Microsoft promises that MyAnalytics will soon be able to generate personal plans to help people set their own goals to improve their work patterns. They’ve chosen Focus as the first area and say that MyAnalytics can help people establish a daily routine for how they work that includes time set aside to be uninterrupted by other tasks. A background process looks for time slots in your diary and books time on your behalf (usually in the morning) to make sure that other competing priorities don’t steal that time away.

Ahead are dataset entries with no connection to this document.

def test_factor_is_never_one():
    """The more-data factor is rounded up and above 1: 1.0001 and 1.04 read 1.1×."""
    assert factor_text(1.0001) == "1.1×" and factor_text(1.04) == "1.1×"
    assert factor_text(2.0) == "2×" and factor_text(44.2) == "45×"


def test_same_length_bounded_term_asks_for_more_than_the_same_length():
    """The reported case: a term resolved in a 1 h baseline and only bounded in a 1 h
    re-check. The figure is at least one more octave (2×), never 1×; where the
    baseline's own interval is too wide, the baseline is named as the limit."""
    row = {"channel": "g", "name": "bias_random_walk", "unit": "", "baseline": 1e-5,
           "new": None, "baseline_bound": None, "new_bound": 2e-5, "ratio": None, "test": "",
           "p_value": None, "se_log": None, "se_base": 0.05, "se_new": None,
           "higher_is_worse": True, "length_ratio": 1.0}
    (c,), overall, _ = compare.verdicts([row])
    assert c.verdict == "inconclusive" and c.longer >= 2 and c.limited_by == "new"
    (c,), _, _ = compare.verdicts([{**row, "se_base": 0.5}])
    assert c.limited_by == "baseline" and c.longer > 1


def test_verdict_on_decidable_and_named(tmp_path, run_cli):
    """A re-check too short for the baseline's random walk: exit 3 on everything; exit 0
    on what it can decide, listing the random walk with how much more data of which
    kind it needs; exit 0 gated on the white noise alone, 3 on the random
    walk alone; an unknown name is one line, exit 2; white noise ×1.5 is exit 1 whatever
    the gate."""
    base = tmp_path / "base.yaml"
    q = np.array([0, 1e-6, 0, 4e-8, 0])
    y = simulate_rate(q, 0.1, 2 ** 16, np.random.default_rng(5))
    assert run_cli("static", rate_csv(tmp_path / "long.csv", y, 0.1), "-o", base, "--reps", 40,
                   "--quiet")[0] == 0
    short = rate_csv(tmp_path / "short.csv",
                     simulate_rate(q, 0.1, 1500, np.random.default_rng(6)), 0.1)
    assert run_cli("recheck", base, short)[0] == 3
    status, out, err = run_cli("recheck", base, short, "--verdict-on", "decidable", "-o",
                               tmp_path / "r.yaml")
    assert status == 0 and "left undecided:\n  gyro_x.bias_random_walk: " in out, out
    und = yaml.safe_load((tmp_path / "r.yaml").read_text())["undecided"]
    assert [u["parameter"] for u in und] == ["gyro_x.bias_random_walk"]
    # Either the new recording limits it (then: as long as the baseline), or the
    # baseline's own interval is too wide for 25 % at α = 1 % (then: both longer).
    if und[0]["limited_by"] == "new":
        assert und[0]["more_data_factor"] == pytest.approx(2 ** 16 / 1500, rel=0.05)
        assert "record" in und[0]["needs"]
    else:
        assert und[0]["more_data_factor"] > 1 and "re-characterise" in und[0]["needs"]
    assert not re.search(r"(?<![\d.])1×", out), out
    assert run_cli("recheck", base, short, "--verdict-on", "gyro_x.white_noise")[0] == 0
    assert run_cli("recheck", base, short, "--verdict-on", "gyro_x.bias_random_walk")[0] == 3
    _one_line_error(*run_cli("recheck", base, short, "--verdict-on", "gyro_x.nope")[::2],
                    "gyro_x.nope", "gyro_x.white_noise")
    worse = rate_csv(tmp_path / "worse.csv",
                     simulate_rate(q * [1, 2.25, 1, 1, 1], 0.1, 1500, np.random.default_rng(7)),
                     0.1)
    for gate in ("all", "decidable", "gyro_x.white_noise"):
        assert run_cli("recheck", base, worse, "--verdict-on", gate)[0] == 1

Microsoft is also updating OWA so that if you receive a meeting request that conflicts with focus time, you’ll also get a suggested available slot to reschedule your focus time. Teams will also respect slots booked for focus time by switching a user’s online presence state to Do Not Disturb. Hopefully, the presence update will stop some unplanned interruptions.
The MyAnalytics team is also refreshing their Outlook (desktop and OWA) add-in (now called Insights) to offer more “inline suggestions” (about things you should do). The add-in suggests people who are important to you, offers to book focus time, and tasks that you might need to follow up based on machine learning analysis of email (Figure 2). As I noted in an article covering an earlier implementation of the feature, the natural language processing for this feature is still limited to English.
Those who never think about looking at add-ins might not discover Insights, so MyAnalytics also sends a weekly summary message to its users (Figure 3). The idea is that people can use the summary to plan for the following weeks, hopefully by improving how they manage time.
Email users have always been well covered for analytic information about their work habits, but there’s nothing equivalent for those who spend most of their time in Teams, SharePoint, Yammer, or other Office 365 apps.
MyAnalytics is not for everyone. You’ll either like or hate the concepts behind the application. I’m also unsure how existing MyAnalytics users will take to the new dashboard and a new focus on helping people cope with an overload of collaboration and a flood of notifications (that end up causing focus switches).
MyAnalytics is not for every organization either. Although data is always personal to the user, the analysis engine has more data to work with inside large organizations. Time management is often harder inside large organizations where matrix management prevails and the need to report up and down levels is more important than it is in smaller companies.
Tools like MyAnalytics can help improve how people work. Not everyone. But enough to help organizations who want to change for the better.